Look below for the line containing "years = [int(month[:4])"; from there, print each line exactly up to and including the line containing "counts = [context.book.at(*each).estimate", and stop.

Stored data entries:
---

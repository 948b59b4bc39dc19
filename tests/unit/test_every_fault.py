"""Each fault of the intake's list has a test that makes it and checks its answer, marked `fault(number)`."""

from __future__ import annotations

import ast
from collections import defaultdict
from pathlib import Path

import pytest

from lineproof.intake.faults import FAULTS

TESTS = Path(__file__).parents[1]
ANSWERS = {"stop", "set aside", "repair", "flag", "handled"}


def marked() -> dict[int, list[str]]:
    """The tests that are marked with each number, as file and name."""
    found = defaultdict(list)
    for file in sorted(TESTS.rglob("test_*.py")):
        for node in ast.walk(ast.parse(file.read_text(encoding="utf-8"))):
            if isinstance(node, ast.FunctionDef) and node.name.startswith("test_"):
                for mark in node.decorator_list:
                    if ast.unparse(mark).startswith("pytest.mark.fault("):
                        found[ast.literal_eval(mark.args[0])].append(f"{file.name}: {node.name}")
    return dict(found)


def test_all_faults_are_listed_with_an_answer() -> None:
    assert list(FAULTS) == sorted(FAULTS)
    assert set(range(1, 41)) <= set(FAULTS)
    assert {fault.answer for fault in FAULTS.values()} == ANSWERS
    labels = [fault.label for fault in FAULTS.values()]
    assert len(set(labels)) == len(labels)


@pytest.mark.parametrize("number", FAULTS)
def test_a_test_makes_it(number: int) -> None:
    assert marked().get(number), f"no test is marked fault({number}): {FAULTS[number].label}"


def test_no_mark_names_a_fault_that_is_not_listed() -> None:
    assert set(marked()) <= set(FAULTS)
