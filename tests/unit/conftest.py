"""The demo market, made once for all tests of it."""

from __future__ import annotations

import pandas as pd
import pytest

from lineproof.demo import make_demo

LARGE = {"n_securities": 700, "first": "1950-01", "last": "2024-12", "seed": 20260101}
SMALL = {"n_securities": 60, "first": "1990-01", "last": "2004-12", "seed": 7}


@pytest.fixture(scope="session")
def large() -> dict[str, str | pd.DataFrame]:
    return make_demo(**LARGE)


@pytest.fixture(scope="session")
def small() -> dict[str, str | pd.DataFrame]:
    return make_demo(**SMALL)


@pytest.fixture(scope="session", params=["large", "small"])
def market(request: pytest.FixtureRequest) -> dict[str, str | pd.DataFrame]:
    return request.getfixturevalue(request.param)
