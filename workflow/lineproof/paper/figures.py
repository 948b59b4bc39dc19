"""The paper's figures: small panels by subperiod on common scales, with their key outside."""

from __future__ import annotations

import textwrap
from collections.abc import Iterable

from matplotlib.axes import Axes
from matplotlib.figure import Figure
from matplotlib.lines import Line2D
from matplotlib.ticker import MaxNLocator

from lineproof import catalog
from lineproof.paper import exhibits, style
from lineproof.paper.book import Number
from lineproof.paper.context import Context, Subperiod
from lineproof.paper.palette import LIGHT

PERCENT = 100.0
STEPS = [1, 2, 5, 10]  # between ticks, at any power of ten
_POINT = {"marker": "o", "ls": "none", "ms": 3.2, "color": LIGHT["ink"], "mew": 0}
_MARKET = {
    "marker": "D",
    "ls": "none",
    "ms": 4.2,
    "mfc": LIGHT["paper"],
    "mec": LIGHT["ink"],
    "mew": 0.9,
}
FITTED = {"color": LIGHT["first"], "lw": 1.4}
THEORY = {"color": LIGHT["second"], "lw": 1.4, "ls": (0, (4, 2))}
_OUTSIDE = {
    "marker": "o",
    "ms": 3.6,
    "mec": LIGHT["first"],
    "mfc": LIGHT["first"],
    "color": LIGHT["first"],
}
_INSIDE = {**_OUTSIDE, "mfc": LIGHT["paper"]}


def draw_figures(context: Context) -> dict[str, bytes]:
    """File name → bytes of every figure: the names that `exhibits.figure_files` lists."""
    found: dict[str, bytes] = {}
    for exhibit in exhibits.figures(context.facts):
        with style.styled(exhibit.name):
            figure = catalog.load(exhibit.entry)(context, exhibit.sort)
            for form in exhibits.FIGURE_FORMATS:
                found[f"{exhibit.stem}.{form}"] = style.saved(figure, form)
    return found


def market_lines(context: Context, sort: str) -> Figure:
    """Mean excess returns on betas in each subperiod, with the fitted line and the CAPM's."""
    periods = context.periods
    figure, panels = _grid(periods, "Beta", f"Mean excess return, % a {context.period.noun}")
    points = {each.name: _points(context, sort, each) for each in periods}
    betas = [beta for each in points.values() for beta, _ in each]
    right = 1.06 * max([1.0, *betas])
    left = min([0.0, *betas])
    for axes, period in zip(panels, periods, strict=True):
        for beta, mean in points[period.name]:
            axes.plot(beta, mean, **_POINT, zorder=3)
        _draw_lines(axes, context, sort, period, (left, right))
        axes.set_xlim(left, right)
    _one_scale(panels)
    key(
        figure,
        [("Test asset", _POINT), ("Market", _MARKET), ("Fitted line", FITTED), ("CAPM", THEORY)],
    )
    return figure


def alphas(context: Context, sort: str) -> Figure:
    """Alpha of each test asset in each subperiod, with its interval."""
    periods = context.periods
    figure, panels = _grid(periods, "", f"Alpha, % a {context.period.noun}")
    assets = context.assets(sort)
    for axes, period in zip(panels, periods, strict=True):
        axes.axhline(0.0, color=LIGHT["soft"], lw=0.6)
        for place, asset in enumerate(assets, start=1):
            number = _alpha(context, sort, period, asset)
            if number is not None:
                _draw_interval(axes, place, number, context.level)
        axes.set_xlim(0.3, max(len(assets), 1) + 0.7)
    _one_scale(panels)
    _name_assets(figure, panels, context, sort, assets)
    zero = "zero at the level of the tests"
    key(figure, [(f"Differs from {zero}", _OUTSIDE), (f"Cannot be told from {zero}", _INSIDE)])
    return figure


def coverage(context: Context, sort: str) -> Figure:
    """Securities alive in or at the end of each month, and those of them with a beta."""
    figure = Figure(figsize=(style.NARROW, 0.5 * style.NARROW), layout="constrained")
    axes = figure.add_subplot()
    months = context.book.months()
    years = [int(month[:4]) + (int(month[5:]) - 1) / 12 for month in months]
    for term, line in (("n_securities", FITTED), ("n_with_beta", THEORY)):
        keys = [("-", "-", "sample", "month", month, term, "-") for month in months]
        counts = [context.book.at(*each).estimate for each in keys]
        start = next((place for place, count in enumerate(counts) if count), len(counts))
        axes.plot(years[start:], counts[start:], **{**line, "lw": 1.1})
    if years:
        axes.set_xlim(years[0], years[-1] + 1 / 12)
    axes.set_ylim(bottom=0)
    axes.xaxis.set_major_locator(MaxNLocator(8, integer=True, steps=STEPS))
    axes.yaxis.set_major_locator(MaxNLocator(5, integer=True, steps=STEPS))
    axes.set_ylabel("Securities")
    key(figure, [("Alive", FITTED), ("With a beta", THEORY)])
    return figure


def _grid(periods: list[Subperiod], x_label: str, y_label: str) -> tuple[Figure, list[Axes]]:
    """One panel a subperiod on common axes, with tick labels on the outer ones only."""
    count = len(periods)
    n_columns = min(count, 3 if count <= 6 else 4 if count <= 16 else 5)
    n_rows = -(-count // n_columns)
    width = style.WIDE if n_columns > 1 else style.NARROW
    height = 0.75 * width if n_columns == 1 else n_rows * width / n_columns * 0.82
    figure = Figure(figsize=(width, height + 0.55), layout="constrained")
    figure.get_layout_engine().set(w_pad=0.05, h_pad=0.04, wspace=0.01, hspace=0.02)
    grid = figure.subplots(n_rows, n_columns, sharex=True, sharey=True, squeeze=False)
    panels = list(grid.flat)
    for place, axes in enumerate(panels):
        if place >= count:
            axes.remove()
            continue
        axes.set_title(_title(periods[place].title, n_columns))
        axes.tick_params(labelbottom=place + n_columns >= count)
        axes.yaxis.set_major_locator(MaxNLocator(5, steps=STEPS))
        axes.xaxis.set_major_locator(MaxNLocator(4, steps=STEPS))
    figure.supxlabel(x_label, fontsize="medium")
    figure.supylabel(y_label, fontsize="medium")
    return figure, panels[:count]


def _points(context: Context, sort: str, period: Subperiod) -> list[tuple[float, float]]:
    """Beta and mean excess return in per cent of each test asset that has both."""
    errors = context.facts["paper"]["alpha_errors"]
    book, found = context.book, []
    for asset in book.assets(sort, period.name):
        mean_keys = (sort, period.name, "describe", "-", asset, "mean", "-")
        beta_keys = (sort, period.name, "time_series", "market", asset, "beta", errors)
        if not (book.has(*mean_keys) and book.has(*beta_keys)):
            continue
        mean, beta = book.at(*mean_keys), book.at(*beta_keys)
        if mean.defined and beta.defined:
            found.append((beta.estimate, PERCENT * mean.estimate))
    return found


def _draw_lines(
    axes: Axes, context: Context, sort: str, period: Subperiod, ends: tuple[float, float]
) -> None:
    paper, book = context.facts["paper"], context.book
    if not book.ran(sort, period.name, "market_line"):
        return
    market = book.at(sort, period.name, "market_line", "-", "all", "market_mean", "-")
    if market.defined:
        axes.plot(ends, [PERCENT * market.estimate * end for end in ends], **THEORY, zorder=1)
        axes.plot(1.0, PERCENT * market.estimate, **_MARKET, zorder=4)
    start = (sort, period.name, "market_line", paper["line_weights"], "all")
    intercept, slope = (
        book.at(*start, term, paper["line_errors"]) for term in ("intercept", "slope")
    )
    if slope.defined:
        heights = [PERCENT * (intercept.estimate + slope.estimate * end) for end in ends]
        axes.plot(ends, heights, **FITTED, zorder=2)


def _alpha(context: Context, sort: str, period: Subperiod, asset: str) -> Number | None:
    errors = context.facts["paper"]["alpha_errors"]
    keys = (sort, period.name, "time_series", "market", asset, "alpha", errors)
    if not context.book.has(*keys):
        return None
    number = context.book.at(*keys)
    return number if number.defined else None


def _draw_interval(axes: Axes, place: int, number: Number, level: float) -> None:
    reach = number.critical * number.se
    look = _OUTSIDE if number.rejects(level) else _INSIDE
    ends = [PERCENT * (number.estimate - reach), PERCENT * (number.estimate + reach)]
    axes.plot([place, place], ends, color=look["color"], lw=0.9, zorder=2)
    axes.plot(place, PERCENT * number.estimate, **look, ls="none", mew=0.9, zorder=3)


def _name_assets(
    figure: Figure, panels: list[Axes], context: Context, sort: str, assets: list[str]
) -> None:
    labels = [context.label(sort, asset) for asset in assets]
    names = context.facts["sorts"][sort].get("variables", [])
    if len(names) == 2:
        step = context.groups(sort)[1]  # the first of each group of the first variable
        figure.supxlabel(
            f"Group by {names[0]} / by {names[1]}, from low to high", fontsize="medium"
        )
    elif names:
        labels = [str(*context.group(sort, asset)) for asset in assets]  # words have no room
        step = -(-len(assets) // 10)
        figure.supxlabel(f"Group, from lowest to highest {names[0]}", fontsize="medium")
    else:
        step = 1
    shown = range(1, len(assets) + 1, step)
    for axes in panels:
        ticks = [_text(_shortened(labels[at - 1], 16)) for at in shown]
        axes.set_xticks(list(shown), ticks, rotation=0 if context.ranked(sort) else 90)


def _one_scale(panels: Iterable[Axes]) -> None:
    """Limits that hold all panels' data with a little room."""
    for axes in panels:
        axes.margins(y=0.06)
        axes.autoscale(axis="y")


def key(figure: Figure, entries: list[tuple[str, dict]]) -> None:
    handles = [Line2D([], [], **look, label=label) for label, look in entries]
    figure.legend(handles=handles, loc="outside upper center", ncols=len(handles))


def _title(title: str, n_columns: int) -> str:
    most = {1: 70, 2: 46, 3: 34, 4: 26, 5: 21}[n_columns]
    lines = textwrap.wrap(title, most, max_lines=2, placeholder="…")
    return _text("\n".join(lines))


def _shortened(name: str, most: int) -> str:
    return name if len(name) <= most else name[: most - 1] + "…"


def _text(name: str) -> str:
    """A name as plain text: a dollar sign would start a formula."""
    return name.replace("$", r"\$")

---

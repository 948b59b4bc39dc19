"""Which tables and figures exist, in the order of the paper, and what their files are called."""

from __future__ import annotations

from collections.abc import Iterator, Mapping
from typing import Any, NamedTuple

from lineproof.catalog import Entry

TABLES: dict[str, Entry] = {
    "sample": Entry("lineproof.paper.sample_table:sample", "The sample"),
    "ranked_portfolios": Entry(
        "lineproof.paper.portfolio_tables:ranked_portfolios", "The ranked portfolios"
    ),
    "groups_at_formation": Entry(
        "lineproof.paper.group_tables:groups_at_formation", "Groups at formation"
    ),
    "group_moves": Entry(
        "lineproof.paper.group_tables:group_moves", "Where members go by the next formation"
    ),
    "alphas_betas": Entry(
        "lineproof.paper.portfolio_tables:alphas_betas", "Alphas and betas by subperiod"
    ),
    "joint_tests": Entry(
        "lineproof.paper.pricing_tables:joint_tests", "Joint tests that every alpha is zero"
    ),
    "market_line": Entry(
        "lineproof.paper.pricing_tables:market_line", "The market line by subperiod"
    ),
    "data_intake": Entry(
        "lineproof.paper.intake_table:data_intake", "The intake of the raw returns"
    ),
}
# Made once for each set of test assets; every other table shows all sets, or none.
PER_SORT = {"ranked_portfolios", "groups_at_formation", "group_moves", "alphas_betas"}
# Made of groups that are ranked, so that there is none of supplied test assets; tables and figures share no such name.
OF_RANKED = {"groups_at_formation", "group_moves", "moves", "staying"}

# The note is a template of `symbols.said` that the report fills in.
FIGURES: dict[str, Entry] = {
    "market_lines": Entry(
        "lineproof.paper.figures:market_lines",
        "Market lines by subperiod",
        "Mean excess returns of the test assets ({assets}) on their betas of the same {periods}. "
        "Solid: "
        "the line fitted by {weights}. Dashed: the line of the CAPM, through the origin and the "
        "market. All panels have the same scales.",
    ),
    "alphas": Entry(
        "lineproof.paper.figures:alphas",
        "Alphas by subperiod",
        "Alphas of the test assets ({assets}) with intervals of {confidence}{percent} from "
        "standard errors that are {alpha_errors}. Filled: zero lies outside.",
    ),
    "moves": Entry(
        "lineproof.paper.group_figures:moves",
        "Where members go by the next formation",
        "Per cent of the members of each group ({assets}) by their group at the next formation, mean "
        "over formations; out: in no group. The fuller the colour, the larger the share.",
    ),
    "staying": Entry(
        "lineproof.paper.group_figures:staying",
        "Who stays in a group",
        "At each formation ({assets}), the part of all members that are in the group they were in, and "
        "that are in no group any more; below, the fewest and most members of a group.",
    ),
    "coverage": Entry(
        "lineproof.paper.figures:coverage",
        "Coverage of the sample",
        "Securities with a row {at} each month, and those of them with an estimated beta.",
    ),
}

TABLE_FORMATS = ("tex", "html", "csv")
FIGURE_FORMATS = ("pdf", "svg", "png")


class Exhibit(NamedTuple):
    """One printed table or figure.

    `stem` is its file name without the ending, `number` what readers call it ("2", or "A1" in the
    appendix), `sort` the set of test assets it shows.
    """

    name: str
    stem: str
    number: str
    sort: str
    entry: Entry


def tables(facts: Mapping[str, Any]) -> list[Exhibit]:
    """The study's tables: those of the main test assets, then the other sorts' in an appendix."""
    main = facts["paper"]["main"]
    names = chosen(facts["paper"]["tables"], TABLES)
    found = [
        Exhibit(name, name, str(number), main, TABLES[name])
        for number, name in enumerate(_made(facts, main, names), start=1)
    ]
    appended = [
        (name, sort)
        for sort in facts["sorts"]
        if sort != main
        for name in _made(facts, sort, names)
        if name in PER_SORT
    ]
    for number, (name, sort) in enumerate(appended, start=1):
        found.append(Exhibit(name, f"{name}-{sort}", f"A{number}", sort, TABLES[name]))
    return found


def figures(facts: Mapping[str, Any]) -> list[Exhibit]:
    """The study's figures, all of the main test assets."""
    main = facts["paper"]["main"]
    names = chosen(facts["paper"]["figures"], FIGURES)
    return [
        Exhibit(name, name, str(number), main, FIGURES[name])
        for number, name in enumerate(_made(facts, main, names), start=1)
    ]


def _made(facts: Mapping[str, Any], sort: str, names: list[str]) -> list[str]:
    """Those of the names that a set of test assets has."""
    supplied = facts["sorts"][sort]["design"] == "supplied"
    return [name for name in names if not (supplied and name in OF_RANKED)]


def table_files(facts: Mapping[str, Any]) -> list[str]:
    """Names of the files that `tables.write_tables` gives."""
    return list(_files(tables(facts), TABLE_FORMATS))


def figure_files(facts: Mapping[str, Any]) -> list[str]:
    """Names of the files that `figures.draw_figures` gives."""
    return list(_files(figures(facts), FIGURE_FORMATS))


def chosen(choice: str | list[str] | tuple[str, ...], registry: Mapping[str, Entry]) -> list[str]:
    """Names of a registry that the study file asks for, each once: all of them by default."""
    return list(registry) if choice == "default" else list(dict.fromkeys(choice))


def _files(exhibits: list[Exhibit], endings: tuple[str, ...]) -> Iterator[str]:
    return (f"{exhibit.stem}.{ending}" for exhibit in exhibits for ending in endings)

---

→ **Solution to the problem**:
    years = [int(month[:4]) + (int(month[5:]) - 1) / 12 for month in months]
    for term, line in (("n_securities", FITTED), ("n_with_beta", THEORY)):
        keys = [("-", "-", "sample", "month", month, term, "-") for month in months]
        counts = [context.book.at(*each).estimate for each in keys]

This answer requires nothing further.